Alongside our social efforts, we designed a unique set of billboards whose creative qualities lay outside the aesthetic norms for this type of campaign. We used color, contrast, composition, and copy to give the public something they had never seen before. We adapted these billboards and created transit stop posters that were posted around Sacramento County bus stops. We included QR codes so people could scan, click, and learn more about the dangers of fentanyl, what they can do to protect themselves, and how to find treatment.   

Results

The Safer Sacramento Fentanyl Awareness Campaign targeted individuals in Sacramento County, ages 18-65+. Campaign results were measured by tracking reach, impressions, engagements, video views, post-link and QR code clicks, engagement rate, and website visits. We reached over 559,800 people during the six-week campaign, with over 412,000 impressions and over 32,000 engagements.

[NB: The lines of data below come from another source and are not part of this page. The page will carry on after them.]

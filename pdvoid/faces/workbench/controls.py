"""The workbench's control values as plain data (display units carried in the names), and their translation to
and from a :class:`pdvoid.Scenario`. No widgets here: the widget layer builds one widget per :data:`SPECS`
entry.
"""

from __future__ import annotations

import math
import re
from dataclasses import dataclass, fields, replace
from typing import Any

from pdvoid.core.errors import InputError, check_bool, check_choice, check_int, check_real
from pdvoid.inputs.coaxial import Coaxial
from pdvoid.inputs.materials import get_material, list_materials
from pdvoid.inputs.model_parameters import model_class, model_kinds
from pdvoid.inputs.model_sets import get_parameter_set, list_parameter_sets, model_from_set
from pdvoid.inputs.parameters import GASES, Insulation, Periodic, Sine, check_seed
from pdvoid.inputs.scenario import Scenario

__all__ = ["Controls", "ControlSpec", "SPECS", "GROUPS", "CUSTOM_MATERIAL", "PANEL_VALUES", "MAX_CYCLES",
           "NETWORK_CONTROLS", "parse_whole_number"]

CUSTOM_MATERIAL = "(custom permittivity)"  #: the material choice that means "permittivity as typed"
PANEL_VALUES = "(panel values)"  #: the parameter-set choice that means "the model parameters as typed"
MAX_CYCLES = 10_000_000  #: most cycles one workbench run may ask for [-]

_MM, _KPA, _KV, _MS, _PF = 1e-3, 1e3, 1e3, 1e-3, 1e-12
#: the controls that only the network model reads
NETWORK_CONTROLS = ("network_from_geometry", "capacitance_void_pF", "capacitance_series_pF")
_WHOLE = re.compile(r"[+-]?\d+")


def parse_whole_number(label: str, text: object, low: int, high: int) -> int:
    """A whole number typed into the panel: digits only (spaces and ``_`` between digit groups allowed), inside
    [low, high]. "1.5", "1e3" or "ten" are refused, never rounded or stripped to digits.

    Parameters
    ----------
    label : str
        The control's name as the panel shows it, for the message [-].
    text : object
        What was typed (a str; an int is accepted as is) [-].
    low, high : int
        Inclusive bounds [-].

    Returns
    -------
    int
        The number [-].

    Raises
    ------
    InputError
        Naming the control, what was typed and what is allowed.
    """
    allowed = f"a whole number from {low} to {high}"
    if isinstance(text, bool) or not isinstance(text, (str, int)):
        raise InputError(f"{label} must be {allowed}; got {text!r}")
    raw = text if isinstance(text, int) else None
    if raw is None:
        assert isinstance(text, str)
        cleaned = re.sub(r"(?<=\d)[ _](?=\d)", "", text.strip())
        if not _WHOLE.fullmatch(cleaned):
            raise InputError(f"{label} must be {allowed}; got {text.strip()!r} (not a whole number)")
        raw = int(cleaned)
    if not low <= raw <= high:
        raise InputError(f"{label} must be {allowed}; got {raw}")
    return raw


@dataclass(frozen=True)
class ControlSpec:
    """How one control is shown: label with unit, widget kind, for sliders range and step, and a longer
    explanation shown when the pointer rests on it.

    Attributes
    ----------
    label : str
        The label, with the display unit in brackets [-].
    kind : str
        "slider" (float), "number" (free float entry), "int", "choice" or "bool" [-].
    low, high, step : float or None
        Range and step of a slider [display unit]; None for other kinds.
    choices : tuple of str
        The options of a "choice" [-].
    tooltip : str
        The longer explanation [-].
    """

    label: str
    kind: str
    low: float | None = None
    high: float | None = None
    step: float | None = None
    choices: tuple[str, ...] = ()
    tooltip: str = ""


SPECS: dict[str, ControlSpec] = {
    "diameter_mm": ControlSpec(
        "void diameter [mm]", "slider", 0.05, 10.0, 0.05,
        tooltip="size of the void across the applied field (drag, or type a value into the box beside)"),
    "height_mm": ControlSpec(
        "void height [mm]", "slider", 0.05, 10.0, 0.05,
        tooltip="size of the void along the applied field; it must be smaller than the insulation thickness"),
    "gas": ControlSpec("gas in the void", "choice", choices=GASES, tooltip="the gas filling the void"),
    "pressure_kPa": ControlSpec(
        "gas pressure [kPa]", "slider", 1.0, 1000.0, 0.5,
        tooltip="absolute gas pressure in the void; 101.325 kPa is one atmosphere"),
    "material": ControlSpec(
        "host material", "choice", choices=(CUSTOM_MATERIAL, *list_materials()),
        tooltip="the solid insulation around the void; choosing one sets its permittivity"),
    "permittivity": ControlSpec(
        "relative permittivity [-]", "number",
        tooltip="relative permittivity of the host insulation; typing a value switches the material to custom"),
    "thickness_mm": ControlSpec(
        "insulation thickness [mm]", "number", tooltip="distance between the electrodes through the insulation"),
    "voltage_kV": ControlSpec(
        "applied voltage [kV rms]", "slider", 0.5, 100.0, 0.1,
        tooltip="rms value of the applied AC voltage (drag, or type a value into the box beside)"),
    "frequency_Hz": ControlSpec("frequency [Hz]", "number", tooltip="frequency of the applied voltage"),
    "model": ControlSpec(
        "void model", "choice", choices=model_kinds(),
        tooltip="field: Pedersen's induced charge; network: the three-capacitance circuit (its capacitances "
                "below); memory: wall memory of earlier discharges"),
    "network_from_geometry": ControlSpec(
        "C_c and C_b from the geometry", "bool",
        tooltip="network model: take the capacitances from the void and insulation geometry (then the pattern "
                "equals the field model's, by construction); untick to type C_c and C_b"),
    "capacitance_void_pF": ControlSpec(
        "void capacitance C_c [pF]", "number",
        tooltip="network model: capacitance of the void itself (C_c); used when 'from the geometry' is unticked"),
    "capacitance_series_pF": ControlSpec(
        "series capacitance C_b [pF]", "number",
        tooltip="network model: capacitance of the sound insulation in series with the void (C_b); used when "
                "'from the geometry' is unticked"),
    "parameter_set": ControlSpec(
        "parameter set", "choice", choices=(PANEL_VALUES, *list_parameter_sets()),
        tooltip="a named set of model parameters, each value with its source (pdvoid.cite lists them); the set "
                "must be for the chosen model; its values replace the panel's model parameters except volume "
                "ionisation and 'no time lag'"),
    "residual_ratio": ControlSpec(
        "residual / inception [-]", "number",
        tooltip="residual field after a discharge divided by the inception field, 0 to < 1"),
    "ionization_rate": ControlSpec(
        "volume ionisation [1/(m³ s)]", "number",
        tooltip="effective volume ionisation rate: ion pairs per m³ per s at 1 atm and 20 °C"),
    "surface_rate_same": ControlSpec(
        "surface, same [1/s]", "number",
        tooltip="surface emission rate when the next discharge repeats the polarity of the last one"),
    "surface_rate_reversed": ControlSpec(
        "surface, reversed [1/s]", "number",
        tooltip="surface emission rate when the next discharge reverses the polarity of the last one"),
    "surface_decay_time_ms": ControlSpec(
        "surface decay time [ms]", "number",
        tooltip="decay time of the surface emission after a discharge"),
    "field_assisted": ControlSpec(
        "field-assisted surface emission", "bool",
        tooltip="multiply the surface emission rate by exp(|E_void| / E_inception)"),
    "lag_free": ControlSpec(
        "no time lag (unlimited electrons)", "bool",
        tooltip="a discharge exactly when the void field reaches the inception field"),
    "cycles": ControlSpec(
        "cycles [-]", "int", tooltip="AC cycles per run, a whole number from 1 to 10000000"),
    "seed": ControlSpec(
        "seed [-]", "int",
        tooltip="seed of the random numbers, a whole number from 0 to 4294967295; the same seed repeats a run"),
    "test_voltage_kV": ControlSpec(
        "test level [kV rms]", "number", tooltip="the test voltage the margin U_inc / U_test refers to"),
}

#: the controls in the order and groups the panel shows them
GROUPS: dict[str, tuple[str, ...]] = {
    "void": ("diameter_mm", "height_mm", "gas", "pressure_kPa"),
    "insulation": ("material", "permittivity", "thickness_mm"),
    "supply and run": ("voltage_kV", "frequency_Hz", "model", "network_from_geometry", "capacitance_void_pF",
                       "capacitance_series_pF", "parameter_set", "cycles", "seed", "test_voltage_kV"),
    "model parameters": (
        "residual_ratio",
        "ionization_rate",
        "surface_rate_same",
        "surface_rate_reversed",
        "surface_decay_time_ms",
        "field_assisted",
        "lag_free",
    ),
}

Campaign videos garnered over 390,000 video views, and there was an overall engagement rate of 7.8% (1%-3% is considered good). Over 5,600 people clicked through to the website. We increased Safer Sacramento's brand awareness and expanded its social media audience by over 1,200%.  

Additionally, this campaign spurred sister campaigns for recovery services and overdose awareness. Our follow-up Overdose Awareness Campaign reached hundreds of thousands of Sacramento County residents and spurred a free Narcan giveaway initiative conducted by the county.   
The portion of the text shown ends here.